# Database Discussions > Microsoft SQL Server 2005 >  SQL 2005: SSIS: Script Component: Working with BLOB

## 0010

I have few tables that I need to export to an MS Access database each day to send off to the customer.  In these tables I have a few columns that I need to strip all the HTML out of before they are put into Access since Access does not display the formatting correctly.  Some of the fields are varchar and some are text, but all of the fields that are varchar are over 255 in size, so this forces me to use Access' Memo type for both.

In SQL 2000 I used the ActiveX Script to modify these fields, stripping out the HTML, and it gave me no complaints.  In SQL 2005, I am adding a Script Component into the Data Flow before the Destination and adding the script in there.  So far so good.  The problem arises when I try to retrieve and update the data in these fields because they are treated as BLOB data.  I believe what I need to do is to retrieve the Byte array from the row using the GetBlobData(), then convert that to a string, strip out the HTML, convert back to a Byte array, then clear the original value using the ResetBlobData(), and then update the field using the AddBlobData.  I think?

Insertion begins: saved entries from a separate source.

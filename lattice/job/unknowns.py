"""Which scalars of a job are free, and whether the set can be solved for.

Where a state sits in time and along a homogeneous axis is arbitrary, and so is the angle of a pair of
components that may be turned: each such freedom gives one condition (a phase), and each phase fixes one
free scalar. A mean that the law leaves open is given by
the job and fixes a uniform source, which is always free and need not be named.
"""

from __future__ import annotations

from typing import TYPE_CHECKING

from lattice.job.problems import Findings, did_you_mean, listed

if TYPE_CHECKING:
    from collections.abc import Collection, Mapping

    from lattice.job.schema import Job
    from lattice.laws.law import Law


def axes(law: Law) -> str:
    """Return the names of the law's space axes, "x" or "xy"."""
    return "xy"[: law.dimensions]


def homogeneous_axes(law: Law) -> list[str]:
    """Return the axes along which the law is the same everywhere."""
    return [axis for axis in axes(law) if law.symmetries.homogeneous[axis]]


def open_means(law: Law) -> tuple[str, ...]:
    """Return the components whose mean the law leaves open: conserved, or free to shift."""
    either = {*law.symmetries.conserved, *law.symmetries.shiftable}
    return tuple(component for component in law.components if component in either)


def scalar_names(law: Law) -> list[str]:
    """Return every scalar of the problem by name."""
    return [
        "period",
        *(f"length_{axis}" for axis in axes(law)),
        *(f"drift_{axis}" for axis in axes(law)),
        *(["rotation"] if law.rotating_pair else []),
        *(f"source_{component}" for component in open_means(law)),
        *law.defaults,
    ]


def frame_scalars(law: Law) -> list[str]:
    """Return the scalars of the frame in which a state repeats and that the law lets be free."""
    drifts = [f"drift_{axis}" for axis in homogeneous_axes(law)]
    return [*drifts, "rotation"] if law.rotating_pair else drifts


def is_frame_scalar(name: str) -> bool:
    """Tell whether a scalar moves or turns the frame."""
    return name.startswith("drift_") or name == "rotation"


def default_free(
    law: Law, nt: int, means: Mapping[str, float], lost: Collection[str] = ()
) -> tuple[str, ...]:
    """Return what is free where the job does not say; `lost` are conditions that a subspace takes away."""
    frame = [name for name in frame_scalars(law) if name != "rotation" or not mean_that_turns(law, means)]
    frame = [name for name in frame if _phase_of(name) not in lost]
    return ("period", *frame) if nt > 1 else tuple(frame)


def _phase_of(name: str) -> str:
    """Return the condition that fixes a scalar of the frame."""
    return "phase_" + name.removeprefix("drift_")


def mean_that_turns(law: Law, means: Mapping[str, float]) -> str:
    """Return the component whose given mean would turn with the frame, which must rest then, or nothing."""
    return next((c for c in law.rotating_pair or () if means.get(c, 0.0) != 0.0), "")


def first_values(job: Job, law: Law) -> dict[str, float]:
    """Return the value of every scalar a resolved job begins with; sources are 0.

    `period` is 1 for `nt = 1`, where it has no meaning; lengths and drifts in y exist in two
    dimensions only.
    """
    values = {"period": 1.0 if job.lattice.nt == 1 else _given(job, "period")}
    for axis in axes(law):
        values[f"length_{axis}"] = _given(job, f"length_{axis}")
    for axis in axes(law):
        values[f"drift_{axis}"] = float(getattr(job.box, f"drift_{axis}") or 0.0)
    if law.rotating_pair:
        values["rotation"] = float(job.box.rotation or 0.0)
    values.update({f"source_{component}": 0.0 for component in open_means(law)})
    return {**values, **law.defaults, **job.law.parameter_values()}


def _given(job: Job, name: str) -> float:
    value = getattr(job.box, name)
    assert value is not None, f"box.{name} is absent from a job that should have been resolved"
    return float(value)


def judge_free(job: Job, law: Law, findings: Findings) -> None:
    """Refuse a set of free scalars that no solution fits, with the reason."""
    free = job.solve.free
    if free is None:
        return
    for place, name in enumerate(free):
        if name in free[:place]:
            findings.refuse("solve.free", f"must name each scalar once, got '{name}' twice; remove one")
        else:
            _judge_name(name, job, law, findings)
    if not findings.problems:
        _judge_count(free, job, law, findings)


def _judge_name(name: str, job: Job, law: Law, findings: Findings) -> None:
    reason = (
        _period_reason(name, job)
        or _drift_reason(name, law)
        or _rotation_reason(name, job, law)
        or _source_reason(name, law)
    )
    known = scalar_names(law)
    if reason:
        findings.refuse("solve.free", reason)
    elif name not in known:
        findings.refuse(
            "solve.free",
            f"must name scalars of this law, got '{name}'{did_you_mean(name, known)};"
            f" known are {listed(known)}",
        )


def _period_reason(name: str, job: Job) -> str:
    if name == "period" and job.lattice.nt == 1:
        return (
            "must not name period for lattice.nt = 1: a steady or travelling state has none;"
            " remove it or raise lattice.nt"
        )
    return ""


def _drift_reason(name: str, law: Law) -> str:
    kind, _, axis = name.partition("_")
    if kind not in ("drift", "length") or axis not in ("x", "y"):
        return ""
    if axis not in axes(law):
        return f"must not name {name}: the law has one space dimension; remove it"
    if kind == "drift" and axis not in homogeneous_axes(law):
        return (
            f"must not name {name}: the law depends on {axis}, so no state can drift along {axis}; remove it"
        )
    return ""


def _rotation_reason(name: str, job: Job, law: Law) -> str:
    if name != "rotation":
        return ""
    if law.rotating_pair is None:
        return "must not name rotation: the law has no pair of components that may be turned; remove it"
    component = mean_that_turns(law, job.solve.mean)
    if component:
        return (
            f"must not name rotation: the given mean of {component} is not 0 and would turn with the state;"
            " remove it or the mean"
        )
    return ""


def _source_reason(name: str, law: Law) -> str:
    if not name.startswith("source_"):
        return ""
    component = name.removeprefix("source_")
    if component not in law.components:
        known = listed(f"source_{c}" for c in open_means(law))
        return f"must name a component after source_, got '{name}'; known are {known}"
    if component not in open_means(law):
        return (
            f"must not name {name}: the law fixes the mean of {component}, so no source is needed; remove it"
        )
    return ""


def _judge_count(free: tuple[str, ...], job: Job, law: Law, findings: Findings) -> None:
    """Compare the free scalars with the phases that can fix them."""
    periodic = job.lattice.nt > 1
    frame = [name for name in free if is_frame_scalar(name)]
    others = [name for name in free if name not in frame and not name.startswith("source_")]
    if periodic and not others:
        lengths = listed(f"length_{axis}" for axis in axes(law))
        findings.refuse(
            "solve.free",
            f"holds period and {lengths} fixed, but a generic state exists only for special periods;"
            f" add period (or one of {lengths}, or a parameter)",
        )
        return
    phases = int(periodic) + len(frame_scalars(law))
    if len(frame) + len(others) > phases:
        findings.refuse(
            "solve.free",
            f"must name at most {phases} scalar(s) besides sources here, got {listed(frame + others)}:"
            f" {_phase_text(periodic, law)} can fix no more; hold one of them",
        )
        return
    if len(frame) + len(others) < phases:
        _warn_of_held(free, job, law, findings)


def _warn_of_held(free: tuple[str, ...], job: Job, law: Law, findings: Findings) -> None:
    from lattice.job.subspace import lost_in_job

    lost = lost_in_job(job, law)
    drifts = [f"drift_{axis}" for axis in homogeneous_axes(law) if f"drift_{axis}" not in free]
    drifts = [name for name in drifts if _phase_of(name) not in lost]
    if drifts:
        findings.warn(
            f"{listed(drifts)} is held although the law is the same all along that axis: right for a wave"
            " followed in the resting frame or a state kept in place by a reflection; otherwise add it to"
            " solve.free"
        )
    held = "phase_rotation" in lost
    if law.rotating_pair and "rotation" not in free and not held and not mean_that_turns(law, job.solve.mean):
        findings.warn(
            f"rotation is held although ({listed(law.rotating_pair)}) may be turned by any angle: right for a"
            " plane wave that is followed by its drift or period, or a state kept from turning by a"
            " reflection; otherwise add it to solve.free"
        )


def _phase_text(periodic: bool, law: Law) -> str:
    phases = ["the phase in time"] if periodic else []
    phases += [f"the phase in {axis}" for axis in homogeneous_axes(law)]
    phases += [f"the angle of ({listed(law.rotating_pair)})"] if law.rotating_pair else []
    return " and ".join(phases) or "a steady state, which nothing shifts,"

I am not even sure that my code below is converting the byte array into a string correctly.  If I throw a Messagebox in there to see what it has for the string, it just gives me the first character in the field.  But even ignoring that, the package will not execute and I am stumped.

The error I now get is:
  Array cannot be null.
  Parameter name: bytes

''-----------------------------------------------------
Public Overrides Sub Input0_ProcessInputRow(ByVal Row As  Input0Buffer)

         Dim b As Byte()
         If (Row.ProjectDescription.Length > 0) And (Not
 (Row.ProjectDescription_IsNull)) Then
             b = Row.ProjectDescription.GetBlobData(0,
 CInt(Row.ProjectDescription.Length))
         End If

         Dim str As String
         Dim enc As New System.Text.ASCIIEncoding()
         str = enc.GetString(b)
         str = RemoveHTML(str)

         b = enc.GetBytes(str)

         Row.ProjectDescription.ResetBlobData()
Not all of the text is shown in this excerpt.